Streaming Output Writes
Output nodes are the terminal sinks of a pipeline. For most topologies the Output arm runs buffered: the upstream stage accumulates every record before the writer fires. But when a single Output sits directly downstream of a fused Merge.interleave of Sources, the executor takes a streaming path that wires the Merge arm to the writer task through a bounded tokio::sync::mpsc channel and fires Writer::write_record per record, concurrent with Merge production. This page covers the topology that selects that path, the exact eligibility predicate, the end-to-end back-pressure chain, the counter semantics that must match the buffered arm, and the writer contract that rejects Value::Map payloads.
User-facing view: the User Guide’s “Output Nodes” page.
Streaming vs. buffered
When a single Output sits directly downstream of a Merge whose mode is interleave and whose every direct predecessor is a Source, the executor takes the streaming path: a bounded tokio::sync::mpsc::channel connects the Merge arm to the writer task, and Writer::write_record fires per record as Merge emits, concurrent with Merge production.
The buffered alternative — which still runs for every other Output topology — waits until the Merge arm has accumulated every record before invoking the writer. With a slow upstream Source that defeats the live back-pressure the Merge.interleave fusion provides at the Source-channel layer: each record sits in node_buffers[merge] until the slow Source finishes. The streaming path exists precisely to preserve that fused back-pressure all the way to the sink.

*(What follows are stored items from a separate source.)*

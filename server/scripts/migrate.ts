import { loadConfig } from '../config';
import { describeDb, migrateLatest, openDb } from '../db';
import { exitOnConfigError } from '../index';

try {
  const config = loadConfig();
  const db = openDb(config.database);
  await migrateLatest(db);
  console.log(`Migrated ${describeDb(config.database)}`);
  await db.destroy();
} catch (err) {
  exitOnConfigError(err);
}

The streaming path is selected automatically — there is no opt-in setting. Pipelines that don’t match the topology keep the buffered path.
Topology
- type: source
name: src_a
config: { type: csv, path: a.csv, schema: ... }
- type: source
name: src_b
config: { type: csv, path: b.csv, schema: ... }
- type: merge
name: merged
inputs: [src_a, src_b]
config:
mode: interleave # required
- type: output
name: out
input: merged
config:
name: out
type: csv
path: out.csv
Eligibility
Every condition must hold for the streaming path to engage; if any fails, the buffered path runs:
- The Output has exactly one incoming edge, and that predecessor is a
Mergewithmode: interleave. - Every direct predecessor of that Merge is a
Source— the same predicate the fusedMerge.interleavearm uses for its livetokio::select!(see Merge & Back-pressure). - The Merge has no other downstream consumer besides this one Output (no fan-out).
- The Output is not in the init-phase ancestor closure.
- The
OutputConfighas nosplit:block — splitting writers manage their own file rotation lifecycle. - The writer is registered in the single-file writer registry (not
fan_out_per_source_file). - No
Sourcein the pipeline declares a correlation key — the correlation-buffered output path defers writes toCorrelationCommitand is incompatible with per-record write.
Back-pressure flow
Under the streaming path, back-pressure flows end-to-end:
writer slow → mpsc::Sender::send().await yields
→ Merge arm yields
→ Source mpsc::Receiver fills
→ Source ingest task blocks on send
The bounded handoff channel between Merge and Output (256 slots) and the existing per-Source ingest channels form a single pace-bound chain from the underlying Write sink back to the source reader. A slow file system, a saturated network sink, or a deliberately-paced writer no longer accumulates records in pipeline-internal Vecs; the upstream readers slow down to match.
Counter semantics
Counter behavior under the streaming path matches the buffered Output arm exactly:
records_writtenincrements once perWriter::write_recordcall.ok_countcounts distinct sourcerow_nums reaching the Output.dlq_countis unaffected — DLQ entries originate upstream.
Stage metrics (SchemaScan, Write, Projection) accumulate into the same fields the buffered path uses. The dispatcher folds the streaming task’s per-task accounting back into the run-wide totals at end of DAG, so a streaming run and a buffered run over the same input produce identical counter output.
Writer rejection of Value::Map payloads
CSV, XML, fixed-width, EDIFACT, X12, and HL7 writers refuse records carrying a Value::Map payload at any column slot, raising:
FormatError::UnserializableMapValue { format, column }
JSON is the exception — it serializes Value::Map natively as a nested object.
The typical cause is a $widened sidecar reaching a non-JSON writer because the Output node set include_unmapped: false, which strips the sidecar’s expansion and leaves the raw Value::Map slot to hit the writer. The contract is the same on the streaming and buffered paths: the writer rejects the map-valued record rather than emitting a malformed row. See Schema Drift & the $widened Sidecar for the sidecar lifecycle, the include_unmapped interaction, and the remediation routes for this rejection.